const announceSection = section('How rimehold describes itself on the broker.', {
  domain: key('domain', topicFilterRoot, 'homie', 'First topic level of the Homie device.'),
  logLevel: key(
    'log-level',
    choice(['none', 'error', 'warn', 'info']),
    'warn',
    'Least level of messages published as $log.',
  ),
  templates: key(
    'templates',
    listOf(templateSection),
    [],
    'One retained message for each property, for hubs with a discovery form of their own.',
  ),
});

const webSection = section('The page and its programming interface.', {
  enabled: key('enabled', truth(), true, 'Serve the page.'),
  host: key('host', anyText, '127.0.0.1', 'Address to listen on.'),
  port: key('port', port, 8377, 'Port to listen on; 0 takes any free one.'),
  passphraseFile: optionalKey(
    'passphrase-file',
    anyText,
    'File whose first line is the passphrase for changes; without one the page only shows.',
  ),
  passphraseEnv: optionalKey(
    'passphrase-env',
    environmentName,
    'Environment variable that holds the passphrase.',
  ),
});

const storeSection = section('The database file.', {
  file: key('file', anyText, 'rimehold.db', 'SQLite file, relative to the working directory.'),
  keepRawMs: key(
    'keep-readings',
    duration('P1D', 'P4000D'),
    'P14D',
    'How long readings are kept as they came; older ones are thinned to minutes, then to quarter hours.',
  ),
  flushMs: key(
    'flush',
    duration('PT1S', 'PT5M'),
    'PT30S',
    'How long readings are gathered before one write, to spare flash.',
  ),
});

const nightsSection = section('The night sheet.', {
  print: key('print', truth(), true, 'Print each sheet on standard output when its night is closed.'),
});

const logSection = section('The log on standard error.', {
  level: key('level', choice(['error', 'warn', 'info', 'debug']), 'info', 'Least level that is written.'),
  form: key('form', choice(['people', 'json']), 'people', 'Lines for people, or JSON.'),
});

#### [DESCRIPTION OF THE TASK]
Every record must be transcribed precisely, down to the last character.

#### [RESPONSE]
const announceSection = section('How rimehold describes itself on the broker.', {
  domain: key('domain', topicFilterRoot, 'homie', 'First topic level of the Homie device.'),
  logLevel: key(
    'log-level',
    choice(['none', 'error', 'warn', 'info']),
    'warn',
    'Least level of messages published as $log.',
  ),
  templates: key(
    'templates',
    listOf(templateSection),
    [],
    'One retained message for each property, for hubs with a discovery form of their own.',
  ),
});

const webSection = section('The page and its programming interface.', {
  enabled: key('enabled', truth(), true, 'Serve the page.'),
  host: key('host', anyText, '127.0.0.1', 'Address to listen on.'),
  port: key('port', port, 8377, 'Port to listen on; 0 takes any free one.'),
  passphraseFile: optionalKey(
    'passphrase-file',
    anyText,
    'File whose first line is the passphrase for changes; without one the page only shows.',
  ),
  passphraseEnv: optionalKey(
    'passphrase-env',
    environmentName,
    'Environment variable that holds the passphrase.',
  ),
});

const storeSection = section('The database file.', {
  file: key('file', anyText, 'rimehold.db', 'SQLite file, relative to the working directory.'),
  keepRawMs: key(
    'keep-readings',
    duration('P1D', 'P4000D'),
    'P14D',
    'How long readings are kept as they came; older ones are thinned to minutes, then to quarter hours.',
  ),
  flushMs: key(
    'flush',
    duration('PT1S', 'PT5M'),
    'PT30S',
    'How long readings are gathered before one write, to spare flash.',
  ),
});

const nightsSection = section('The night sheet.', {
  print: key('print', truth(), true, 'Print each sheet on standard output when its night is closed.'),
});

const logSection = section('The log on standard error.', {
  level: key('level', choice(['error', 'warn', 'info', 'debug']), 'info', 'Least level that is written.'),
  form: key('form', choice(['people', 'json']), 'people', 'Lines for people, or JSON.'),
});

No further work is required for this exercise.